Set down the material exactly as given, please, from its first line through the line that includes "before: '[1,2]', after: '[1,2,3]'".
*** Data listing
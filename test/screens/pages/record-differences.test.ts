import { describe, expect, it } from 'vitest';
import { recordDifferences } from '../../../src-renderer/pages/trail/record-differences.ts';

describe('recordDifferences', () => {
  it('names each place that changed, and no other', () => {
    const before = { name: 'air', unit: '°C', procedure: { window: null, lag: 3 } };
    const after = { name: 'air', unit: 'K', procedure: { window: { start: 1961, end: 1990 }, lag: 3 } };
    expect(recordDifferences(before, after)).toEqual([
      { path: 'unit', before: '°C', after: 'K' },
      { path: 'procedure › window › start', before: null, after: '1961' },
      { path: 'procedure › window › end', before: null, after: '1990' },
    ]);
  });

  it('lists all of a record that was added or removed', () => {
    expect(recordDifferences(undefined, { text: '', file: null, years: [1, 2] })).toEqual([
      { path: 'text', before: null, after: '(empty)' },
      { path: 'file', before: null, after: '(none)' },
      { path: 'years', before: null, after: '[1,2]' },
    ]);
    expect(recordDifferences({ text: 'gone' }, undefined)).toEqual([{ path: 'text', before: 'gone', after: null }]);
  });

  it('goes into lists of records, but leaves lists of numbers whole', () => {
    const before = { leftOut: [{ line: 3, reason: 'x' }], yearsUsed: [1, 2] };
    const after = {
      leftOut: [
        { line: 3, reason: 'y' },
        { line: 9, reason: 'z' },
      ],
      yearsUsed: [1, 2, 3],
    };
    expect(recordDifferences(before, after)).toEqual([
      { path: 'left out › 1 › reason', before: 'x', after: 'y' },
      { path: 'left out › 2 › line', before: null, after: '9' },
      { path: 'left out › 2 › reason', before: null, after: 'z' },
      { path: 'years used', before: '[1,2]', after: '[1,2,3]' },
    ]);
  });

  it('sees a value take the place of an object', () => {
    expect(recordDifferences({ a: 'x' }, { a: { b: 1 } })).toEqual([{ path: 'a', before: 'x', after: '{"b":1}' }]);
  });
});
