import { spawn } from 'node:child_process';
import { cpSync, mkdirSync, mkdtempSync, readFileSync, rmSync, symlinkSync } from 'node:fs';
import { tmpdir } from 'node:os';
import { dirname, join } from 'node:path';
import { fileURLToPath } from 'node:url';
import { afterEach, beforeEach, describe, expect, it, onTestFinished } from 'vitest';
import type { Answer } from '../../src-main/contract/requests.ts';
import { enter, send } from '../helpers/http-client.ts';

const at = (path: string) => fileURLToPath(new URL(`../../${path}`, import.meta.url));
const addressPattern = /http:\/\/127\.0\.0\.1:\d+\/enter\?token=\S+/;

let home: string;
beforeEach(() => void (home = mkdtempSync(join(tmpdir(), 'footing-loopback-'))));
afterEach(() => rmSync(home, { recursive: true }));

/** Runs a built entry as a terminal does. */
function run(entry: string, args: string[], environment: NodeJS.ProcessEnv = {}) {
  const { DISPLAY: _display, WAYLAND_DISPLAY: _wayland, INIT_CWD: _directory, ...env } = process.env;
  const child = spawn(process.execPath, [entry, ...args], {
    cwd: home,
    env: { ...env, FOOTING_HOME: home, ...environment },
    stdio: ['ignore', 'pipe', 'pipe'],
  });
  onTestFinished(() => void child.kill('SIGKILL'));
  let output = '';
  let errors = '';
  const ended = new Promise<number | null>((resolve) => child.on('close', resolve));
  child.stderr.setEncoding('utf8').on('data', (text: string) => (errors += text));
  const address = new Promise<string>((resolve, reject) => {
    child.stdout.setEncoding('utf8').on('data', (text: string) => {
      output += text;
      const [found] = addressPattern.exec(output) ?? [];
      if (found) resolve(found);
    });
    void ended.then(() => reject(new Error(`no address: ${output}${errors}`)));
  });
  address.catch(() => undefined);
  return { child, address, ended, output: () => output, errors: () => errors };
}

/** A page of this host that can ask. */
async function page(address: string) {
  const { origin } = new URL(address);
  const headers = { cookie: await enter(address), origin, 'content-type': 'application/json' };
  return async (name: string, input: object) => {
    const { body } = await send(origin, {
      path: `/request/${name}`,
      method: 'POST',
      headers,
      body: JSON.stringify(input),
    });
    return JSON.parse(body) as Answer<'session.get'>;
  };
}

describe('the built loopback host', () => {
  it('prints one line with its address and answers there', async () => {
    const host = run(at('out/main/loopback.js'), []);
    const ask = await page(await host.address);
    expect(host.output().trim().split('\n')).toHaveLength(1);
    await expect(ask('session.get', {})).resolves.toMatchObject({
      ok: true,
      value: { host: 'loopback', projectsDirectory: home },
    });
    host.child.kill('SIGINT');
    expect(await host.ended).toBe(0);
    expect(host.errors()).toBe('');
  });

  it.each(['SIGINT', 'SIGTERM', 'SIGHUP'] as const)(
    'ends in good order on %s, even on two of them, with the project closed',
    async (signal) => {
      const path = join(home, 'review.footing');
      const first = run(at('out/main/loopback.js'), ['--no-open']);
      const ask = await page(await first.address);
      await ask('reviewer.set', { name: 'A. Reviewer', role: 'reviewer' });
      expect(await ask('project.create', { title: 'Review', path })).toMatchObject({ ok: true });
      first.child.kill(signal);
      first.child.kill(signal);
      expect(await first.ended).toBe(0);
      expect(first.errors()).toBe('');

      const second = run(at('out/main/loopback.js'), ['--no-open', '--project', 'review.footing']);
      const again = await page(await second.address);
      expect(await again('session.get', {})).toMatchObject({
        ok: true,
        value: { project: { path, isReadOnly: false } },
      });
    },
  );

  it('opens the worked example', async () => {
    const host = run(at('out/main/loopback.js'), ['--demo', '--no-open']);
    const ask = await page(await host.address);
    expect(await ask('session.get', {})).toMatchObject({
      ok: true,
      value: { project: { project: { isInvented: true } } },
    });
  });

  it('ends an open page’s stream of progress when it is stopped', async () => {
    const host = run(at('out/main/loopback.js'), ['--no-open']);
    const address = await host.address;
    const cookie = await enter(address);
    const stream = send(new URL(address).origin, { path: '/progress', headers: { cookie } });
    // Long enough for the stream to be open: it answers only when it ends.
    await new Promise((resolve) => setTimeout(resolve, 300));
    host.child.kill('SIGINT');
    expect((await stream).status).toBe(200);
    expect(await host.ended).toBe(0);
  });

  it('says what is wrong with an option, and with a file', async () => {
    const wrong = run(at('out/main/loopback.js'), ['--dmeo']);
    expect(await wrong.ended).toBe(2);
    expect(wrong.errors()).toContain('--dmeo');
    const missing = run(at('out/main/loopback.js'), ['--project', 'missing.footing']);
    expect([2, 3]).toContain(await missing.ended);
    expect(missing.errors()).toContain(join(home, 'missing.footing'));
    expect(wrong.output() + missing.output()).toBe('');
  });
});

describe('the built launcher', () => {
  /** What is not bundled. */
  function nativeModules(): string[] {
    const manifest = JSON.parse(readFileSync(at('package.json'), 'utf8')) as { dependencies: Record<string, string> };
    return Object.keys(manifest.dependencies);
  }

  /** The built program with its dependencies, in a place without Electron. */
  function bareInstallation(): string {
    const root = join(home, 'bare');
    mkdirSync(root);
    cpSync(at('out'), join(root, 'out'), { recursive: true });
    for (const name of nativeModules()) {
      mkdirSync(dirname(join(root, 'node_modules', name)), { recursive: true });
      symlinkSync(at(`node_modules/${name}`), join(root, 'node_modules', name), 'junction');
    }
    return root;
  }

  it('says in one line that there is no Electron and runs the loopback host in its place', async () => {
    const host = run(join(bareInstallation(), 'out/main/launch.js'), ['--no-open'], { DISPLAY: ':0' });
    const ask = await page(await host.address).catch((error: unknown) => {
      throw new Error(`${String(error)} ${host.errors()}`);
    });
    const [line, ...others] = host.output().trim().split('\n');
    expect(line).toBe(
      'Electron does not start here (its runtime is not installed); Footing runs in the browser instead.',
    );
    expect(others).toEqual([expect.stringMatching(addressPattern)]);
    await expect(ask('session.get', {})).resolves.toMatchObject({ ok: true, value: { host: 'loopback' } });
    host.child.kill('SIGINT');
    expect(await host.ended).toBe(0);
  });

  it('takes no option that it does not know', async () => {
    const host = run(at('out/main/launch.js'), ['--remote-debugging-port=9222']);
    expect(await host.ended).toBe(2);
    expect(host.errors()).toContain('Options: --demo');
  });
});
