import { beforeEach, describe, expect, it } from 'vitest';
import ClaimsPage from '../../../src-renderer/pages/ClaimsPage.vue';
import OneSeriesPage from '../../../src-renderer/pages/OneSeriesPage.vue';
import SeriesPage from '../../../src-renderer/pages/SeriesPage.vue';
import StartPage from '../../../src-renderer/pages/StartPage.vue';
import { Refusal } from '../../helpers/fake-host.ts';
import { digest, inventedFigure, inventedProject, inventedValues } from '../../helpers/invented-project.ts';
import { button, choose, field, mountScreen, settled } from '../../helpers/mount-screen.ts';

beforeEach(() => (location.hash = ''));

describe('the start', () => {
  const listing = {
    directory: '/reviews',
    parent: '/',
    folders: ['/reviews/older'],
    projects: [
      { path: '/reviews/a.footing', fileName: 'a.footing', title: 'Harbour', modifiedAt: '2031-03-03T14:06:00.000Z' },
    ],
  };
  const start = () =>
    mountScreen(StartPage, {
      session: { project: null },
      prepare: (host) =>
        host.reply('projects.list', ({ directory }) => ({ ...listing, directory: directory ?? '/reviews' })),
    });

  it('begins a review in the folder that is shown', async () => {
    const { screen, host, session } = await start();
    host.reply('project.create', () => inventedProject);
    await button(screen, 'older').trigger('click');
    await settled();
    await button(screen, 'Create the project').trigger('click');
    expect(screen.text()).toContain('Give the review a title');
    await field(screen, 'Title').setValue('Roofs');
    await button(screen, 'Create the project').trigger('click');
    await settled();
    expect(host.inputs('project.create')).toEqual([{ title: 'Roofs', directory: '/reviews/older' }]);
    expect(session.project.value?.project.title).toBe('Marrowick harbour review');
  });

  it('opens one from the list, or from a path, also only to read', async () => {
    const { screen, host } = await start();
    host.reply('project.open', () => {
      throw new Refusal({
        kind: 'ProjectError',
        where: 'a.footing',
        received: 'I. Okonedo writing in it',
        hint: 'Open it only to read.',
      });
    });
    await button(screen, 'Harbour').trigger('click');
    await settled();
    expect(screen.find('[role=alert]').text()).toContain('Open it only to read.');
    await field(screen, 'Only to read').setValue(true);
    await field(screen, 'Or the path of a project file').setValue('/elsewhere/b.footing');
    await button(screen, 'Open').trigger('click');
    await settled();
    expect(host.inputs('project.open')).toEqual([
      { path: '/reviews/a.footing', readOnly: false },
      { path: '/elsewhere/b.footing', readOnly: true },
    ]);
  });

  it('opens the worked example', async () => {
    const { screen, host, session } = await start();
    host.reply('project.openDemo', () => inventedProject);
    await button(screen, 'Open the worked example').trigger('click');
    await settled();
    expect(session.project.value?.project.isInvented).toBe(true);
  });
});

describe('the claims', () => {
  it('are listed as they were printed, beside what came out', async () => {
    const { screen } = await mountScreen(ClaimsPage);
    const rows = screen.findAll('tbody tr').map((row) => row.text().replaceAll(/\s+/g, ' '));
    expect(rows[1]).toContain('at most 1.9');
    expect(rows[1]).toContain('1.87 1.74 – 2.00');
    expect(rows[3]).toContain('not yet');
  });
});

describe('the series', () => {
  it('stand under their files, with what they lack', async () => {
    const { screen } = await mountScreen(SeriesPage);
    const groups = screen.findAll('tbody');
    expect(groups).toHaveLength(3);
    expect(groups[1]!.text()).toContain('gas-at-the-light.txt');
    expect(groups[1]!.text()).toContain('11 marked missing, 1 part year');
    expect(groups[0]!.text()).toContain('1961–1990');
    expect(groups[2]!.findAll('tr')).toHaveLength(3);
  });

  it('are imported from files that were chosen or dropped', async () => {
    const { screen } = await mountScreen(SeriesPage);
    await choose(screen, [new File(['a'], 'a.csv')]);
    expect(location.hash).toBe('#/series/import');
    expect(screen.text()).toContain('Go on with a.csv');
    await screen.find('.drop').trigger('drop', { dataTransfer: { files: [new File(['b'], 'b.csv')] } });
    expect(screen.text()).toContain('2 waiting');
  });
});

describe('one series', () => {
  const open = (isReadOnly = false) =>
    mountScreen(OneSeriesPage, {
      props: { seriesId: 1 },
      stubs: ['FigurePanel'],
      session: { project: { ...inventedProject, isReadOnly } },
      prepare: (host) =>
        host.reply('series.get', () => ({
          series: inventedProject.series[0]!,
          values: inventedValues,
          figure: inventedFigure,
        })),
    });

  it('says where it comes from', async () => {
    const { screen } = await open();
    const facts = screen.find('dl').text();
    expect(facts.replaceAll(' ', '')).toContain(digest(1));
    expect(facts).toContain('harbour-air.csv');
    expect(facts).toContain('delimited, version 1');
    expect(screen.findComponent({ name: 'FigurePanel' }).props('figure')).toEqual(inventedFigure);
  });

  it('keeps every change at once, and none that is half said', async () => {
    const { screen, host } = await open();
    host.reply('series.update', () => inventedProject);
    const unit = field(screen, 'Unit');
    await unit.setValue('°C');
    const start = screen.find('[aria-label="Baseline, first year"]');
    await start.setValue('1995');
    await settled();
    expect(host.inputs('series.update')).toEqual([{ seriesId: 1, unit: '°C' }]);
  });

  it('is removed with its file', async () => {
    const { screen, host, session } = await open();
    host.reply('dataset.remove', () => inventedProject);
    await button(screen, 'Remove this file and its series').trigger('click');
    await settled();
    expect(host.inputs('dataset.remove')).toEqual([{ datasetId: 1 }]);
    expect(session.notice.value?.text).toBe('Removed harbour-air.csv and its series.');
    expect(location.hash).toBe('#/series');
  });

  it('cannot be changed in a project that is only read', async () => {
    const { screen } = await open(true);
    expect(field(screen, 'Unit').attributes('disabled')).toBeDefined();
    expect(screen.text()).not.toContain('Remove this file');
  });

  it('that is gone says so', async () => {
    const { screen } = await mountScreen(OneSeriesPage, { props: { seriesId: 99 } });
    expect(screen.text()).toContain('There is no such series');
  });
});
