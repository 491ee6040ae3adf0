import type { Comparison } from './comparison.ts';

/** What a run came to, so that a fast wrong answer does not count. Empty where the two sides do not do the same. */
export type Values = readonly number[];

export interface BenchCase {
  name: string;
  own: () => Values;
  peers: Peer[];
  /** Removes what the case made. */
  end?: () => void;
}

/** What the time is measured against. */
export interface Peer {
  /** In words. */
  name: string;
  /** Here, or a task of numpy-peers.py. */
  work: (() => Values) | { task: string };
  /** The target: own median at most this many times the peer's. None where the ratio is only shown. */
  atMost?: number;
  compare?: Comparison;
}
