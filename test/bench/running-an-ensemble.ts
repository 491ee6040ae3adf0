import { twoLayerEnsemble } from '../../src-main/climate/two-layer/two-layer-ensemble.ts';
import { randomStream } from '../../src-main/statistics/random-stream.ts';
import type { BenchCase } from './bench-case.ts';
import { sameButForChance, standardErrors } from './comparison.ts';

const nMembers = 100_000;
const nYears = 274;
/** Standard errors come from smaller ensembles, which are larger by the root of this. */
const share = 16;

const wm2 = Array.from({ length: nYears }, (_, year) => 3.7 * (year / nYears) ** 2 - (year % 37 === 20 ? 2 : 0));

function members(n: number, seed: number) {
  const stream = randomStream(seed, 0);
  const between = (low: number, high: number) => Array.from({ length: n }, () => low + (high - low) * stream.uniform());
  return {
    heatCapacity: between(5, 10),
    deepHeatCapacity: between(60, 150),
    exchange: between(0.4, 1),
    feedback: between(0.6, 1.8),
    efficacy: between(1, 1.5),
  };
}

/** A hundred thousand two-layer members through 274 years of forcing, and three quantiles of the last year's warming. */
export function caseOfEnsemble(): BenchCase {
  const quantiles = (parameters: ReturnType<typeof members>) =>
    twoLayerEnsemble({
      ...parameters,
      forcing: { kind: 'annual', wm2 },
      years: [nYears],
      probabilities: [0.05, 0.5, 0.95],
    }).surfaceK[0] ?? [];
  const all = members(nMembers, 2);
  const shortErrors = standardErrors(20, (seed) => quantiles(members(nMembers / share, seed)));
  return {
    name: 'two-layer ensemble, 100,000 members, 274 years; 16 columns of 8 bytes for a member, whatever the years',
    own: () => quantiles(all),
    peers: [
      {
        name: 'numpy, all members at once',
        work: { task: 'ensemble' },
        atMost: 1,
        compare: sameButForChance(shortErrors.map((error) => error / Math.sqrt(share))),
      },
    ],
  };
}
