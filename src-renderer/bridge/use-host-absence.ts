import { onScopeDispose, readonly, shallowRef, type ShallowRef } from 'vue';
import { host } from './host.ts';

/** True while the program behind this window does not answer. */
export function useHostAbsence(): Readonly<ShallowRef<boolean>> {
  const isAway = shallowRef(false);
  onScopeDispose(
    host().onAbsence((isAwayNow) => (isAway.value = isAwayNow)),
    true,
  );
  return readonly(isAway);
}
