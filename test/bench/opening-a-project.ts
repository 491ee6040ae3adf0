import { execFileSync } from 'node:child_process';
import { mkdtempSync, rmSync } from 'node:fs';
import { tmpdir } from 'node:os';
import { join } from 'node:path';
import Database from 'better-sqlite3';
import { openProject } from '../../src-main/project/open-project.ts';
import type { BenchCase } from './bench-case.ts';

/** Opening, with every check of an untrusted file, beside the driver opening the same file and checking its pages. */
export function caseOfOpening(): BenchCase {
  const folder = mkdtempSync(join(tmpdir(), 'footing-bench-'));
  const cli = join(import.meta.dirname, '..', '..', 'out', 'main', 'cli.js');
  const made = execFileSync(process.execPath, [cli, 'demo', folder, '--json'], {
    encoding: 'utf8',
    stdio: ['ignore', 'pipe', 'ignore'],
  });
  const { project: path } = JSON.parse(made) as { project: string };
  const holder = { reviewer: 'bench', host: 'bench', engineVersion: 'bench' };
  return {
    name: 'opening a project',
    own: () => {
      openProject(path, { holder }).close();
      return [];
    },
    peers: [
      {
        name: 'the driver alone: open, quick_check',
        work: () => {
          const db = new Database(path);
          db.pragma('quick_check');
          db.close();
          return [];
        },
      },
    ],
    end: () => rmSync(folder, { recursive: true }),
  };
}
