import type { WindowBridge } from '../../src-main/contract/window-bridge.ts';
import type { Host } from './host-shape.ts';

/** Requests through the verbs of the preload script. The process around a window cannot leave before the window does. */
export function electronHost(bridge: WindowBridge): Host {
  return {
    send: (name, inputJson) => bridge.verbs[name](inputJson),
    onProgress: (listener) => bridge.onProgress(listener),
    onAbsence: () => () => undefined,
  };
}
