import Database from 'better-sqlite3';
import { openProject } from '../../src-main/project/open-project.ts';
import { testCore } from '../helpers/test-core.ts';
import type { BenchCase } from './bench-case.ts';

/** Opening, with every check of an untrusted file, beside the driver opening the same file and checking its pages. */
export async function caseOfOpening(): Promise<BenchCase> {
  const { ask, end } = await testCore();
  const { path } = await ask('project.openDemo', {});
  await ask('project.close', {});
  const holder = { reviewer: 'bench', host: 'bench', engineVersion: 'bench' };
  return {
    name: 'opening a project',
    peerName: 'the driver alone: open, quick_check',
    own: () => openProject(path, { holder }).close(),
    peer: () => {
      const db = new Database(path);
      db.pragma('quick_check');
      db.close();
    },
    end: () => void end(),
  };
}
******
### Response below
filename test/screens/pages/record-differences.test.ts
import { describe, expect, it } from 'vitest';
import { recordDifferences } from '../../../src-renderer/pages/trail/record-differences.ts';

describe('recordDifferences', () => {
  it('names each place that changed, and no other', () => {
    const before = { name: 'air', unit: '°C', procedure: { window: null, lag: 3 } };
    const after = { name: 'air', unit: 'K', procedure: { window: { start: 1961, end: 1990 }, lag: 3 } };
    expect(recordDifferences(before, after)).toEqual([
      { path: 'unit', before: '°C', after: 'K' },
      { path: 'procedure › window › start', before: null, after: '1961' },
      { path: 'procedure › window › end', before: null, after: '1990' },
    ]);
  });

  it('lists all of a record that was added or removed', () => {
    expect(recordDifferences(undefined, { text: '', file: null, years: [1, 2] })).toEqual([
      { path: 'text', before: null, after: '(empty)' },
      { path: 'file', before: null, after: '(none)' },
      { path: 'years', before: null, after: '[1,2]' },
    ]);
    expect(recordDifferences({ text: 'gone' }, undefined)).toEqual([{ path: 'text', before: 'gone', after: null }]);
  });

  it('goes into lists of records, but leaves lists of numbers whole', () => {
    const before = { leftOut: [{ line: 3, reason: 'x' }], yearsUsed: [1, 2] };
    const after = {
      leftOut: [
        { line: 3, reason: 'y' },
        { line: 9, reason: 'z' },
      ],
      yearsUsed: [1, 2, 3],
    };
    expect(recordDifferences(before, after)).toEqual([
      { path: 'left out › 1 › reason', before: 'x', after: 'y' },
      { path: 'left out › 2 › line', before: null, after: '9' },
      { path: 'left out › 2 › reason', before: null, after: 'z' },
      { path: 'years used', before: '[1,2]', after: '[1,2,3]' },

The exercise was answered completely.